Le Palace avait autrefois servi de lieu de culte, et si en mourant, il avait levé les yeux, il aurait aperçu la fresque absurde de l’armée des anges toujours visible sous la crasse, et il aurait pu concevoir son assomption. Mais il était mort en regardant les danseuses, ce qui lui convenait tout à fait.

On avait élevé la paroi qui laissait filtrer la lumière derrière l’écran, comme cloison de fortune pour recouvrir la fresque divine. On avait cru plus respectueux de faire ainsi plutôt que de badigeonner définitivement les anges, et de plus, celui qui avait commandé les travaux croyait plus ou moins que le succès du cinéma retomberait tôt ou tard. Dans ce cas, il démolirait purement et simplement la paroi, et reprendrait la gestion du culte de Dieu plutôt que de Garbo.

Cela ne se produisit jamais.
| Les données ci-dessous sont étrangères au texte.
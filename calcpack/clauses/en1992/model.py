"""What the clauses of EN 1992-1-1 work with: strengths, outlines, bars; limits of validity as data."""

from __future__ import annotations

import math
from dataclasses import dataclass, replace
from typing import NamedTuple

from calcpack.clauses.bars import Bar
from calcpack.clauses.en1992.national import STANDARD, National
from calcpack.job.errors import CalcpackError
from calcpack.job.model import Material, Section
from calcpack.sheet.evaluation import holds

CLOSE = 1e-9  # [m] within which two places are one


def within(demand: float, capacity: float) -> bool:
    """Whether a demand does not pass a capacity; as on a sheet, two that are equal but for rounding do not.

    Examples
    --------
    >>> within(0.1 + 0.2, 0.3), within(0.3001, 0.3)
    (True, False)
    """
    return holds("le", demand, capacity)


class Limit(NamedTuple):
    """Within what a value has to lie for the clauses to hold."""

    symbol: str
    least: float
    most: float
    unit: str
    clause: str

    @property
    def words(self) -> str:
        """As the sheet says it."""
        unit = "" if self.unit == "1" else f" {self.unit}"
        return f"{self.least:g} to {self.most:g}{unit} ({STANDARD}, {self.clause})"


# One table for the guard and for the sheet; stresses in MPa.
LIMITS = {
    "fck": Limit("f_ck", 12.0, 90.0, "MPa", "3.1.2(2)P"),
    "fyk": Limit("f_yk", 400.0, 600.0, "MPa", "3.2.2(3)P"),
}


def guard(name: str, value: float) -> float:
    """The value, if it lies within its limits.

    Parameters
    ----------
    name : str
        "fck" or "fyk".
    value : float [MPa]

    Raises
    ------
    CalcpackError
        Outside them; value, bounds and clause are named.

    Examples
    --------
    >>> guard("fck", 30.0)
    30.0
    >>> guard("fyk", 275.0)
    Traceback (most recent call last):
    calcpack.job.errors.CalcpackError: material: f_yk = 275 MPa is out of range; it has to be from 400 to \
600 MPa (EN 1992-1-1, 3.2.2(3)P)
    """
    limit = LIMITS[name]
    if not limit.least <= value <= limit.most:
        raise CalcpackError(
            f"{limit.symbol} = {value:g} {limit.unit} is out of range",
            remedy=f"it has to be from {limit.words}",
            key="material",
        )
    return value


@dataclass(frozen=True)
class Strengths:
    """Concrete and bars with their design values; stresses in kPa, strains plain.

    Parameters
    ----------
    fck, fcm, fctm, fctk, ecm : float [kPa]
        fctk is the 5 % fractile.
    eps_cu : float
        Ultimate strain of the rectangular block, eps_cu3.
    eps_cu2 : float
        That of the parabola-rectangle.
    lam, eta : float
        Of the rectangular block.
    fcd, fctd, fyk, fyd, es : float [kPa]
    """

    fck: float
    fcm: float
    fctm: float
    fctk: float
    ecm: float
    eps_cu: float
    eps_cu2: float
    lam: float
    eta: float
    fcd: float
    fctd: float
    fyk: float
    fyd: float
    es: float

    @property
    def eps_yd(self) -> float:
        """Strain at which the bars yield."""
        return self.fyd / self.es


def block_factors(fck: float) -> tuple[float, float]:
    """λ and η of the rectangular stress block.

    Parameters
    ----------
    fck : float [MPa]

    Returns
    -------
    lam, eta : float

    Source: EN 1992-1-1:2004, 3.1.7(3), (3.19) to (3.22).

    Examples
    --------
    >>> block_factors(30.0), block_factors(70.0)
    ((0.8, 1.0), (0.75, 0.9))
    """
    if fck <= 50.0:
        return 0.8, 1.0
    return 0.8 - (fck - 50.0) / 400.0, 1.0 - (fck - 50.0) / 200.0


def strengths(material: Material, national: National) -> Strengths:
    """Design values of a material.

    Parameters
    ----------
    material : Material
    national : National

    Returns
    -------
    Strengths

    Raises
    ------
    CalcpackError
        It is no concrete with fck and bars with fyk, or they are out of range.

    Source: EN 1992-1-1:2004, 3.1.6, 3.1.7, 3.2.7, Table 3.1.

    Examples
    --------
    >>> from calcpack.clauses.en1992.national import national
    >>> values = {"fck": 30e3, "fctm": 2900.0, "fctk_005": 2000.0, "fyk": 500e3, "Es": 200e6}
    >>> c30 = Material(key="c", kind="concrete", modulus=33e6, unit_weight=25.0, values=values)
    >>> found = strengths(c30, national())
    >>> found.fcd, round(found.fyd, 1)
    (20000.0, 434782.6)
    """
    values = {key: value for key, value in material.values.items() if isinstance(value, int | float)}
    for key, remedy in (
        ("fck", "name an EN 1992 grade such as C30/37, or give fck"),
        ("fyk", 'name its bars, bars = "B500B", or give fyk'),
    ):
        if material.kind != "concrete" or key not in values:
            raise CalcpackError(
                f"material '{material.key}' has no {key}, which EN 1992-1-1 needs",
                remedy=remedy,
                key="material",
            )
    fck = guard("fck", values["fck"] / 1e3)
    fyk = guard("fyk", values["fyk"] / 1e3)
    fctm = values.get("fctm") or 1e3 * mean_tensile_strength(fck)
    fctk = values.get("fctk_005") or 0.7 * fctm
    high = fck > 50.0
    eps_cu = 1e-3 * (2.6 + 35.0 * ((90.0 - fck) / 100.0) ** 4) if high else 3.5e-3
    lam, eta = block_factors(fck)
    es = values.get("Es", 200e6)
    return Strengths(
        fck=fck * 1e3,
        fcm=values.get("fcm") or (fck + 8.0) * 1e3,
        fctm=fctm,
        fctk=fctk,
        ecm=material.modulus,
        eps_cu=values.get("eps_cu3") or eps_cu,
        eps_cu2=values.get("eps_cu2") or eps_cu,
        lam=lam,
        eta=eta,
        fcd=national["alpha_cc"] * fck * 1e3 / national["gamma_C"],
        fctd=national["alpha_ct"] * fctk / national["gamma_C"],
        fyk=fyk * 1e3,
        fyd=fyk * 1e3 / national["gamma_S"],
        es=es,
    )


def mean_tensile_strength(fck: float) -> float:
    """fctm [MPa] from fck [MPa], for a concrete that is given by its strength alone.

    Parameters
    ----------
    fck : float [MPa]

    Source: EN 1992-1-1:2004, Table 3.1, last column.

    Examples
    --------
    >>> round(mean_tensile_strength(30.0), 2), round(mean_tensile_strength(70.0), 2)
    (2.9, 4.61)
    """
    if fck <= 50.0:
        return float(0.3 * fck ** (2 / 3))
    return 2.12 * math.log(1 + (fck + 8.0) / 10.0)


@dataclass(frozen=True)
class Outline:
    """A cross-section seen from the face in compression.

    Parameters
    ----------
    web, depth : float [m]
    width, flange : float [m]
        Width and depth of the flange; the web's width and 0 where there is none.
    flange_in_tension : bool
        The flange lies at the far face.
    """

    web: float
    depth: float
    width: float
    flange: float
    flange_in_tension: bool = False

    @property
    def turned(self) -> Outline:
        """The same section with the other face in compression."""
        return replace(self, flange_in_tension=not self.flange_in_tension)

    @property
    def block_width(self) -> float:
        """Width at the face in compression [m]."""
        return self.web if self.flange_in_tension else self.width

    @property
    def block_flange(self) -> float:
        """Depth over which that width holds before the web begins [m]; 0 for a rectangle."""
        return 0.0 if self.flange_in_tension or self.width <= self.web else self.flange

    @property
    def area(self) -> float:
        """Gross area [m2]."""
        return self.web * self.depth + (self.width - self.web) * self.flange

    @property
    def centroid(self) -> float:
        """Of the gross concrete, from the face in compression [m]."""
        wings = (self.width - self.web) * self.flange
        at = self.depth - self.flange / 2 if self.flange_in_tension else self.flange / 2
        return (self.web * self.depth**2 / 2 + wings * at) / self.area

    @property
    def inertia(self) -> float:
        """Of the gross concrete about its centroid [m4]."""
        wings = (self.width - self.web) * self.flange
        at = self.depth - self.flange / 2 if self.flange_in_tension else self.flange / 2
        own = self.web * self.depth**3 / 12 + (self.width - self.web) * self.flange**3 / 12
        return (
            own
            + self.web * self.depth * (self.depth / 2 - self.centroid) ** 2
            + wings * (at - self.centroid) ** 2
        )

    @property
    def tension_width(self) -> float:
        """Mean width of the tension zone of the uncracked section; the web's with the flange in compression.

        Source: EN 1992-1-1:2004, 9.2.1.1(1).
        """
        if not self.flange_in_tension or self.width <= self.web:
            return self.web
        zone = self.depth - self.centroid
        out = min(self.flange, zone)
        return self.web + (self.width - self.web) * out / zone


def outline(section: Section, flange_width: float) -> Outline:
    """The outline of a job's section with its top in compression.

    Parameters
    ----------
    section : Section
        Dimensions in m.
    flange_width : float [m]
        Effective, of a tee.

    Raises
    ------
    CalcpackError
        The section is no rectangle or tee.

    Source: EN 1992-1-1:2004, 5.3.2.1(1)P for the width of the flange.
    """
    sizes = section.dimensions
    if section.shape == "rolled":
        raise CalcpackError(
            f"section '{section.key}' is a rolled one",
            remedy="a concrete beam is a rectangle or a tee",
            key="section",
        )
    if section.shape == "rectangle":
        return Outline(sizes["width"], sizes["depth"], sizes["width"], 0.0)
    return Outline(sizes["width"], sizes["depth"], flange_width, sizes["flange_depth"])


@dataclass(frozen=True)
class Bars:
    """Bars along a face, in layers.

    Parameters
    ----------
    bar : Bar
    layers : tuple of int
        Bars in each layer, the outermost first.
    inset : float [m]
        From the concrete's face to the bars' surface: cover and stirrup.
    pitch : float [m]
        From layer to layer, centre to centre.
    """

    bar: Bar
    layers: tuple[int, ...]
    inset: float
    pitch: float

    @property
    def count(self) -> int:
        """How many there are."""
        return sum(self.layers)

    @property
    def area(self) -> float:
        """All of them [m2]."""
        return self.count * self.bar.area

    @property
    def centroid(self) -> float:
        """From the face to the centre of them all [m]."""
        first = self.inset + self.bar.diameter / 2
        return (
            first + sum(number * layer for layer, number in enumerate(self.layers)) * self.pitch / self.count
        )

    @property
    def words(self) -> str:
        """As a bar list says it."""
        layers = f" ({' + '.join(str(number) for number in self.layers)})" if self.layers[1:] else ""
        return f"{self.count} \u00d7 {self.bar.name}{layers}"


@dataclass(frozen=True)
class Stirrups:
    """Upright stirrups of one size."""

    bar: Bar
    legs: int

    @property
    def area(self) -> float:
        """Of all legs in one cut [m2]."""
        return self.legs * self.bar.area
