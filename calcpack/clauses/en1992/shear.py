"""Shear: what the concrete carries, the truss of variable angle, stirrups."""

from __future__ import annotations

import math

from calcpack.clauses.en1992.model import Strengths
from calcpack.clauses.en1992.national import National

ARM = 0.9  # z over d, 6.2.3(1)


def concrete_shear(web: float, depth: float, area: float, strength: Strengths, national: National) -> float:
    """Shear that a section carries without stirrups, V_Rd,c [kN].

    Parameters
    ----------
    web, depth : float [m]
    area : float [m2]
        Anchored tension bars, A_sl.

    Source: EN 1992-1-1:2004, 6.2.2(1), (6.2.a), (6.2.b), (6.3N), no axial force.

    Examples
    --------
    >>> from calcpack.clauses.en1992.national import national
    >>> from calcpack.clauses.en1992.samples import C30
    >>> round(concrete_shear(0.3, 0.45, 1.0e-3, C30, national()), 1)
    75.9
    """
    k = min(1 + math.sqrt(0.2 / depth), 2.0)
    ratio = min(area / (web * depth), 0.02)
    fck = strength.fck / 1e3  # the formula holds in MPa
    stress = national["c_Rd"] / national["gamma_C"] * k * (100 * ratio * fck) ** (1 / 3)
    least = national["v_min"] * k**1.5 * math.sqrt(fck)
    return float(max(stress, least) * 1e3 * web * depth)


def strut_factor(strength: Strengths, national: National) -> float:
    """ν_1 = ν, the strength factor of concrete cracked in shear.

    Parameters
    ----------
    strength : Strengths
        fck [kPa].
    national : National

    Source: EN 1992-1-1:2004, 6.2.2(6), (6.6N), and 6.2.3(3), note 1.

    Examples
    --------
    >>> from calcpack.clauses.en1992.national import national
    >>> from calcpack.clauses.en1992.samples import C30
    >>> strut_factor(C30, national())
    0.528
    """
    return national["nu"] * (1 - strength.fck / 250e3)


def truss(
    web: float, arm: float, stirrups: float, cot: float, strength: Strengths, national: National
) -> tuple[float, float]:
    """Shear that upright stirrups and the struts carry, V_Rd,s and V_Rd,max [kN].

    Parameters
    ----------
    web, arm : float [m]
    stirrups : float [m2/m]
        A_sw/s.
    cot : float
        Of the strut angle.

    Source: EN 1992-1-1:2004, 6.2.3(3), (6.8) and (6.9).

    Examples
    --------
    >>> from calcpack.clauses.en1992.national import national
    >>> from calcpack.clauses.en1992.samples import C30
    >>> [round(each, 1) for each in truss(0.3, 0.405, 0.67e-3, 2.5, C30, national())]
    [294.9, 442.4]
    """
    ties = stirrups * arm * strength.fyd * cot
    struts = national["alpha_cw"] * web * arm * strut_factor(strength, national) * strength.fcd
    return ties, struts / (cot + 1 / cot)


def best_cot(web: float, stirrups: float, strength: Strengths, national: National) -> float:
    """cot θ that lets given stirrups carry most: ties and struts give out together.

    Parameters
    ----------
    web : float [m]
    stirrups : float [m2/m]

    Returns
    -------
    float
        Within the limits of the standard.

    Source: EN 1992-1-1:2004, 6.2.3(2) and (3): V_Rd,s = V_Rd,max solved for cot θ.

    Examples
    --------
    >>> from calcpack.clauses.en1992.national import national
    >>> from calcpack.clauses.en1992.samples import C30
    >>> best_cot(0.3, 0.5e-3, C30, national()), round(best_cot(0.3, 2.0e-3, C30, national()), 3)
    (2.5, 1.626)
    """
    struts = national["alpha_cw"] * web * strut_factor(strength, national) * strength.fcd
    least, most = national["cot_theta_min"], national["cot_theta_max"]
    square = struts / (stirrups * strength.fyd) - 1
    return math.sqrt(min(max(square, least**2), most**2))


def least_stirrups(web: float, strength: Strengths, national: National) -> float:
    """Least A_sw/s [m2/m].

    Parameters
    ----------
    web : float [m]
    strength : Strengths
        fck, fyk [kPa].
    national : National

    Source: EN 1992-1-1:2004, 9.2.2(5), (9.4) and (9.5N).

    Examples
    --------
    >>> from calcpack.clauses.en1992.national import national
    >>> from calcpack.clauses.en1992.samples import C30
    >>> round(least_stirrups(0.3, C30, national()) * 1e6, 1)  # [mm2/m]
    262.9
    """
    return national["rho_w_min"] * math.sqrt(strength.fck / 1e3) / (strength.fyk / 1e3) * web


def largest_spacing(depth: float, national: National) -> float:
    """Largest spacing of stirrups along the beam [m].

    Parameters
    ----------
    depth : float [m]
        d.
    national : National

    Source: EN 1992-1-1:2004, 9.2.2(6), (9.6N), upright stirrups.

    Examples
    --------
    >>> from calcpack.clauses.en1992.national import national
    >>> largest_spacing(0.4, national())
    0.30000000000000004
    """
    return national["s_l_max"] * depth


def largest_leg_spacing(depth: float, national: National) -> float:
    """Largest spacing of the legs across the web [m].

    Parameters
    ----------
    depth : float [m]
        d.
    national : National

    Source: EN 1992-1-1:2004, 9.2.2(8), (9.8N).

    Examples
    --------
    >>> from calcpack.clauses.en1992.national import national
    >>> largest_leg_spacing(1.0, national())
    0.6
    """
    return min(national["s_t_max"] * depth, national["s_t_most"])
Le succès, bien que fragile, ne se démentit pas, et l’on continua à passer des films. Thomas l’Incrédule (il s’appelait Harry Cleveland) mourut, et on oublia complètement le « couloir ». Personne n’en connaissait plus l’existence. Barberio aurait pu fouiller la ville de fond en comble, il n’aurait jamais trouvé d’endroit plus secret pour mourir.

Cependant, le couloir, son air même avaient mené leur vie propre pendant cinquante ans. Tel un réservoir, ce lieu avait reçu le regard électrique de milliers d’yeux, des dizaines de milliers. Pendant un demi-siècle, les spectateurs s’étaient projetés sur l’écran du Palace, ils avaient plaqué leurs sympathies et leurs passions sur des illusions éphémères, la force de leurs émotions avait augmenté comme le degré d’un cognac oublié, dans ce passage secret. Tôt ou tard, cette force devait se libérer. Il ne lui manquait qu’un catalyseur.

Jusqu’à l’arrivée de Barberio et de son cancer.